This is both true and irrelevant. Written records can capture an enormous quantity of the human experience in absolute terms while simultaneously capturing a miniscule portion of the human experience in relative terms. Even if it's the best "that we have available" that doesn't mean it's fit for purpose. In other words, if you had a human infant and did nothing other than lock it in a windowless box and recite terabytes of text at it for 20 years, you would not expect to get a well-adjusted human on the other side.
I take that as a moderately strong signal against that "miniscule portion" notion. Clearly, raw text captures a lot.
If we're looking at biologicals, then "human infant" is a weird object, because it falls out of the womb pre-trained. Evolution is an optimization process - and it spent an awful lot of time running a highly parallel search of low k-complexity priors to wire into mammal brains. Frontier labs can only wish they had the compute budget to do this kind of meta-learning.
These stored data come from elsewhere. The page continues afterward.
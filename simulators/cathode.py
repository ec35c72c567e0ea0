"""The simulated carbon-nanotube fibre cathode: an ensemble of emitters on a fibre facing a
flat anode, advanced sample by sample.

``CathodeParams`` is the frozen parameter set (built from the rig file's ``simulation:
cathode:`` mapping, every key documented in ``PARAMS``); ``FITTABLE`` names the ones a user
can fit from I–V data, the rest only shape the model. ``Cathode(params, rng)`` holds the
state (emitter geometry, tip temperatures, adsorbate coverage, contact temperature, noise)
and ``emit(v_supply, t, pressure_pa)`` returns the current at time t.

Speed: the emission current is a steep function of each emitter's field, so at any voltage
only a few emitters matter. The enhancement factors are kept sorted; the active set (the
emitters whose current can reach 1e-6 of the largest one) is chosen from a bound on the
sorted list and recomputed only when the voltage has moved, an emitter changed or some
simulated seconds have passed. Everything per sample is vectorised over the active set;
inactive emitters are at the fibre temperature and their adsorbate coverage is brought up
to date lazily (exactly, Langmuir kinetics being linear). All equations are in
``simulators.equations`` and ``sequencer.physics``.
"""
from __future__ import annotations

import math
from dataclasses import dataclass, field
from types import MappingProxyType
from typing import Any, Mapping

import numpy as np

from sequencer import physics as P
from simulators import equations as EQ


class CathodeParamError(ValueError):
    """A bad ``simulation: cathode:`` entry (one clear line for the user)."""


# name, default, unit, fittable, doc
PARAMS: tuple[tuple[str, Any, str, bool, str], ...] = (
    ("emitters", 10000, "", False, "number of emitters in the ensemble (1e3 to 1e5)"),
    ("end_fraction", 0.3, "", False, "share of the emitters on the fibre's rounded end (the rest on its sides)"),
    ("fibre_radius_m", 50e-6, "m", False, "fibre radius"),
    ("side_length_m", 1e-3, "m", False, "length of fibre side (behind the end) that carries emitters"),
    ("gap_m", 500e-6, "m", False, "distance fibre end to flat anode"),
    ("neighbour_density_m2", 1e10, "1/m^2", False, "areal density of the nanotube forest around each emitter (sets the screening spacing)"),
    ("height_median_m", 2e-6, "m", True, "median emitter height (enhancement-factor distribution)"),
    ("height_sigma", 0.6, "", True, "log-normal sigma of emitter heights (enhancement-factor distribution)"),
    ("radius_median_m", 5e-9, "m", True, "median emitter tip radius (enhancement-factor distribution)"),
    ("radius_sigma", 0.25, "", True, "log-normal sigma of tip radii (enhancement-factor distribution)"),
    ("area_scale", 1.0, "", True, "effective emission area as a multiple of pi r^2"),
    ("noise_level", 0.03, "", True, "rms of the multiplicative 1/f flicker (natural-log units)"),
    ("burst_rate_hz", 0.05, "1/s", True, "ion-induced emitter changes per second at 10 uA and 1e-5 Pa (scales with current x pressure)"),
    ("work_function_ev", 4.8, "eV", False, "clean work function"),
    ("adsorbate_shift_ev", -0.7, "eV", False, "work-function change at full adsorbate coverage (0 switches adsorbates off)"),
    ("initial_coverage", 0.9, "", False, "adsorbate coverage at the start (0..1)"),
    ("desorption_energy_ev", 0.95, "eV", False, "adsorbate desorption activation energy"),
    ("desorption_prefactor_hz", 1e13, "1/s", False, "attempt frequency of desorption"),
    ("site_density_m2", 1e19, "1/m^2", False, "adsorption sites per area"),
    ("gas", {"H2O": 0.65, "H2": 0.25, "CO": 0.10}, "", False, "residual-gas composition (fractions of the total pressure)"),
    ("sticking", {"H2O": 0.5, "H2": 0.01, "CO": 0.1, "O2": 0.1, "CO2": 0.05, "N2": 0.01, "CH4": 0.01, "Ar": 0.0, "He": 0.0}, "", False, "sticking coefficient by species"),
    ("gas_temperature_k", 295.0, "K", False, "residual-gas and room temperature"),
    ("resistivity_ohm_m", 3e-7, "ohm m", False, "emitter resistivity at room temperature"),
    ("resistivity_tcr_per_k", 3e-4, "1/K", False, "temperature coefficient of emitter resistivity"),
    ("thermal_conductivity_w_mk", 300.0, "W/(m K)", False, "emitter thermal conductivity"),
    ("emissivity", 0.8, "", False, "emitter emissivity (radiation loss)"),
    ("sublimation_temperature_k", 2800.0, "K", False, "failure temperature in clean vacuum"),
    ("oxidation_temperature_k", 900.0, "K", False, "failure temperature in a strongly oxidising gas"),
    ("oxidation_half_pressure_pa", 1e-3, "Pa", False, "oxidising partial pressure halfway between the two"),
    ("space_charge_length_radii", 1.0, "", False, "length of the local planar diode at each apex, in tip radii"),
    ("burst_gain", 2.0, "", False, "extra current in the sample an emitter burns, as a multiple of its current"),
    ("activation_probability", 0.5, "", False, "share of ion hits that sharpen an emitter (the rest blunt it)"),
    ("series_resistance_ohm", 1e5, "ohm", False, "ballast and lead resistance in series with the gap"),
    ("fibre_resistance_ohm", 50.0, "ohm", False, "fibre resistance (heats the contact)"),
    ("contact_resistance_ohm", 200.0, "ohm", False, "fibre-to-holder contact resistance"),
    ("contact_conductance_w_k", 5e-4, "W/K", False, "heat loss of the contact node"),
    ("contact_time_constant_s", 5.0, "s", False, "thermal time constant of the contact"),
    ("contact_melting_k", 456.0, "K", False, "contact melting point (Sn-Pb eutectic solder, 183 C, from memory); above it the fibre is lost"),
    ("noise_corners_hz", [1e-3, 5.0], "Hz", False, "band of the 1/f flicker"),
    ("noise_poles", 6, "", False, "number of AR(1) processes summed for the flicker"),
    ("reselect_s", 10.0, "s", False, "longest simulated time between choices of the active emitters"),
    ("single_tip", None, "", False, "validation mode: {beta, gap_m, work_function_ev, area_m2, exact}; no ensemble, fibre or noise"),
)
FITTABLE: tuple[str, ...] = tuple(p[0] for p in PARAMS if p[3])
_DEFAULTS = {p[0]: p[1] for p in PARAMS}
_SINGLE_TIP_KEYS = {"beta": 1000.0, "gap_m": 500e-6, "work_function_ev": 4.5, "area_m2": 1e-16, "exact": True}


@dataclass(frozen=True)
class CathodeParams:
    """Frozen cathode parameters. Build with ``CathodeParams.from_dict(mapping)``; unknown
    keys and bad values raise ``CathodeParamError`` with one line naming the key."""
    values: Mapping[str, Any] = field(default_factory=lambda: MappingProxyType(dict(_DEFAULTS)))

    @classmethod
    def from_dict(cls, d: Mapping[str, Any] | None = None) -> "CathodeParams":
        d = dict(d or {})
        unknown = sorted(set(d) - set(_DEFAULTS))
        if unknown:
            raise CathodeParamError(f"simulation.cathode: unknown key {unknown[0]!r} "
                                    f"(known: {', '.join(sorted(_DEFAULTS))})")
        vals = dict(_DEFAULTS)
        for k, v in d.items():
            default = _DEFAULTS[k]
            if k == "single_tip":
                vals[k] = cls._single_tip(v)
            elif isinstance(default, dict):
                if not isinstance(v, Mapping):
                    raise CathodeParamError(f"simulation.cathode.{k}: expected a mapping")
                bad = [s for s in v if s not in EQ.MOLAR_MASS_G]
                if bad:
                    raise CathodeParamError(f"simulation.cathode.{k}: unknown gas {bad[0]!r} "
                                            f"(known: {', '.join(EQ.MOLAR_MASS_G)})")
                vals[k] = {str(s): float(x) for s, x in v.items()}
            elif isinstance(default, list):
                try:
                    vals[k] = [float(x) for x in v]
                except (TypeError, ValueError):
                    raise CathodeParamError(f"simulation.cathode.{k}: expected a list of numbers") from None
            else:
                try:
                    x = float(v)
                except (TypeError, ValueError):
                    raise CathodeParamError(f"simulation.cathode.{k}: expected a number, got {v!r}") from None
                if not math.isfinite(x):
                    raise CathodeParamError(f"simulation.cathode.{k}: must be finite")
                vals[k] = int(x) if isinstance(default, int) else x
        p = cls(values=MappingProxyType(vals))
        p._check()
        return p

    @staticmethod
    def _single_tip(v):
        if v is None or v is False:
            return None
        if v is True:
            v = {}
        if not isinstance(v, Mapping):
            raise CathodeParamError("simulation.cathode.single_tip: expected a mapping or true")
        bad = sorted(set(v) - set(_SINGLE_TIP_KEYS))
        if bad:
            raise CathodeParamError(f"simulation.cathode.single_tip: unknown key {bad[0]!r}")
        out = dict(_SINGLE_TIP_KEYS)
        out.update({k: (bool(x) if k == "exact" else float(x)) for k, x in v.items()})
        return out

    def _check(self):
        v = self.values
        positive = ("fibre_radius_m", "neighbour_density_m2", "side_length_m", "gap_m", "height_median_m", "radius_median_m",
                    "area_scale", "work_function_ev", "desorption_prefactor_hz", "site_density_m2",
                    "gas_temperature_k", "resistivity_ohm_m", "thermal_conductivity_w_mk",
                    "sublimation_temperature_k", "oxidation_temperature_k", "oxidation_half_pressure_pa",
                    "space_charge_length_radii", "contact_conductance_w_k", "contact_time_constant_s",
                    "contact_melting_k", "reselect_s")
        for k in positive:
            if not v[k] > 0:
                raise CathodeParamError(f"simulation.cathode.{k}: must be > 0, got {v[k]!r}")
        nonneg = ("height_sigma", "radius_sigma", "noise_level", "burst_rate_hz", "burst_gain",
                  "series_resistance_ohm", "fibre_resistance_ohm", "contact_resistance_ohm", "emissivity")
        for k in nonneg:
            if not v[k] >= 0:
                raise CathodeParamError(f"simulation.cathode.{k}: must be >= 0, got {v[k]!r}")
        for k in ("end_fraction", "initial_coverage", "activation_probability"):
            if not 0 <= v[k] <= 1:
                raise CathodeParamError(f"simulation.cathode.{k}: must be between 0 and 1, got {v[k]!r}")
        if not 1 <= v["emitters"] <= 1_000_000:
            raise CathodeParamError("simulation.cathode.emitters: must be between 1 and 1e6")
        if v["work_function_ev"] + v["adsorbate_shift_ev"] <= 1.0:
            raise CathodeParamError("simulation.cathode.adsorbate_shift_ev: leaves a work function below 1 eV")
        lo_hi = v["noise_corners_hz"]
        if len(lo_hi) != 2 or not 0 < lo_hi[0] < lo_hi[1]:
            raise CathodeParamError("simulation.cathode.noise_corners_hz: expected [low, high] with 0 < low < high")
        if v["noise_poles"] < 1:
            raise CathodeParamError("simulation.cathode.noise_poles: must be >= 1")

    def __getattr__(self, name):
        try:
            return self.__dict__["values"][name]
        except KeyError:
            raise AttributeError(name) from None

    def fitted(self) -> dict:
        """The user-fittable subset, by name."""
        return {k: self.values[k] for k in FITTABLE}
Humans get a bag of computational primitives evolved for high fitness across a diverse range of environments - LLMs get the pit of vaguely constrained random initialization. No wonder they have to brute force their way out of it with the sheer amount of data. Sample efficiency is low because we're paying the inverse problem tax on every sample.
Training on a bunch of text someone wrote when they were mad doesn't capture the internal state of that person that caused the outburst, so it cannot be accurately reproduced by the system. The data does not exist.
Without the cause to the effect you essentially have to predict hallucinations from noise, which makes the end result verisimilar nonsense that is convincingly correlated with the actual thing but doesn't know why it is the way it is. It's like training a blind man to describe a landscape based on lots of descriptions and no idea what the colour green even is, only that it's something that might appear next to brown in nature based on lots of examples. So the guy gets it kinda right cause he's heard a description of that town before and we think he's actually seeing and tell him to drive a car next.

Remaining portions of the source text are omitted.